The last provision contained in said statute further provides that,

“In all cases where either the County Assessor or the County Board of Equalization has, without giving the notice required by this Section or by Section 15.18 increase(d) the valuation of property as listed by the taxpayer, if he has knowledge of such adjustment or addition, may at any time prior to the adjournment of the Board, file a complaint in the form and manner above provided for. Thereafter the Board shall fix a date of hearing, notify the taxpayer, and conduct the hearing as required by this Section.”

*179At t'he time the “Notice of Protest” was filed, the last previous assessment which had been finally established was for the year 1952, which was materially less than that contended for by the assessor for the years 1953. and 1954. The 1953 assessment was subject to final determination on appeal by the district court and when it had been determined it was less than the 1954 value fixed by the assessor. Under such circumstances and without any notice by the assessor to the bank, the protest to the increase in value could be filed “at any time prior to the adjournment of the Board.” That was done. The matter was subsequently heard by the board whose order reduced the valuation fixed by the assessor, from which an appeal was taken by each party. The action of the board in hearing the matter was authorized and proper.

The assessor next complains of the action of the trial court in consolidating the various appeals over the objection of the assessor. The controlling statute is 12 O.S. 1951 § 79, as follows:

“Whenever two or more actions are pending in the same court, which might have been joined, the defendant may, on motion and notice to the adverse party, require him to show cause why the same shall not be consolidated, and if no cause be shown, the said several actions shall be consolidated.”

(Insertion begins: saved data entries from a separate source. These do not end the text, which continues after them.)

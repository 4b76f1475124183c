"""Sliding the hand along a virtual board: a seated wearer presses lightly down and wipes forward and back.

Our own clinic-like setting: a virtual horizontal sliding board stands at about
chest height in front of the wearer.  The hand hovers above it, comes down and
presses lightly into it (the intent lies 3 cm below the board's top), slides
forward about 16 cm as the elbow opens, slides back, and lifts off.  Under the
``walls`` variant the robot renders the board as a spring-damper on the hand
point, so the hand rides on it; the other variants let the hand sink through.

The board scales with the wearer (``for_subject``): its top is the highest
point of the wearer's intended slide, raised by ``PRESS_DEPTH_M``, so every
wearer presses into it by at least that much all along the slide.
"""


import numpy as np

from models.cuffs import CuffParams
from models.human import hand_position_m
from sim import JointIntent, Scenario, Via, deg

# joints: gh flexion, gh abduction, gh rotation, elbow flexion, pronation, wrist flexion, wrist deviation
HOVER = deg(25, 5, 0, 112, 0, 0, 0)  # hand 3-4 cm above the board
NEAR = deg(25, 5, 0, 95, 0, 0, 0)  # on the board, close to the body
FAR = deg(60, 5, 0, 40, 0, 0, 0)  # on the board, 16 cm further forward (m50); hand height within 1 cm of NEAR

INTENT = JointIntent(
    start_rad=HOVER,
    start_hold_s=0.4,
    vias=(
        Via(NEAR, move_s=0.6, hold_s=0.4),
        Via(FAR, move_s=1.5, hold_s=0.3),
        Via(NEAR, move_s=1.5, hold_s=0.3),
        Via(HOVER, move_s=0.6, hold_s=0.4),
    ),
)
SLIDE_S = (1.0, 4.6)  # from the arrival at NEAR to the return to NEAR [s]

PRESS_DEPTH_M = 0.03  # least depth of the intended hand path below the board's top [m]
BOARD_STIFFNESS_N_PER_M = 400.0
BOARD_DAMPING_N_S_PER_M = 5.0
# along-limb stiffness of the hand cuff: the board is rendered at the wearer's hand, not the robot's
HAND_CUFF_STIFFNESS = CuffParams().stiffness_N_per_m


def board_top_m(subject):
    """Height of the board's top above the shoulder centre [m] for this wearer (negative: below)."""
    postures = INTENT.sample(np.linspace(*SLIDE_S, 21))[0]
    return float(max(hand_position_m(subject, q)[2] for q in postures)) + PRESS_DEPTH_M


def for_subject(subject):
    """The scenario for another wearer: the same movement, the board placed relative to their hand."""
    return Scenario(
        name="wall_slide",
        description="press lightly into a virtual board at chest height and slide forward and back along it",
        subject=subject,
        intent=INTENT,
        duration_s=6.0,
        controllers=("walls", "transparent", "gravity", "zero"),
        walls=(
            ("wall_plane", {
                "point_m": (0.0, 0.0, board_top_m(subject)), "normal": (0.0, 0.0, -1.0),
                "law": (BOARD_STIFFNESS_N_PER_M, BOARD_DAMPING_N_S_PER_M),
                "cuff_stiffness_N_per_m": HAND_CUFF_STIFFNESS,
            }),
        ),
    )


SCENARIO = for_subject("m50")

The complaint does not question that the parties in the two proceedings were the same; that the issues were the same; that the subject matter was the same; and that the testimony and other evidence in support of the parties’ positions were the same. The question raised is that, because the board sustained the findings of the assessor for one year and reduced the valuation fixed by him for the other, the presumption of correctness attending the order of the board was, in one instance, in favor of the assessor and, in the other, in favor of the taxpayer. This court has uniformly followed the rule that, under the provisions of the above statute, “the consolidation of cases for the purpose of trial is discretionary with the trial court” and that when it is shown that no substantial right of a party has been prejudiced by the consolidation, “the trial court (does) not abuse its discretion in ordering the consolidation.” Anderson Prichard Oil Corp. v. McBride, 188 Okl. 384, 109 P.2d 221, 222.

The remaining questions are substantially the same as those discussed and decided by this court in the opinion promul- ' gated on the 22nd day of January 1957 in Appeal of National Bank of Tulsa, 312 P. 2d 495. The syllabi and the opinion therein are hereby adopted as the remaining syllabi and opinion herein.

The judgment of the district court is affirmed.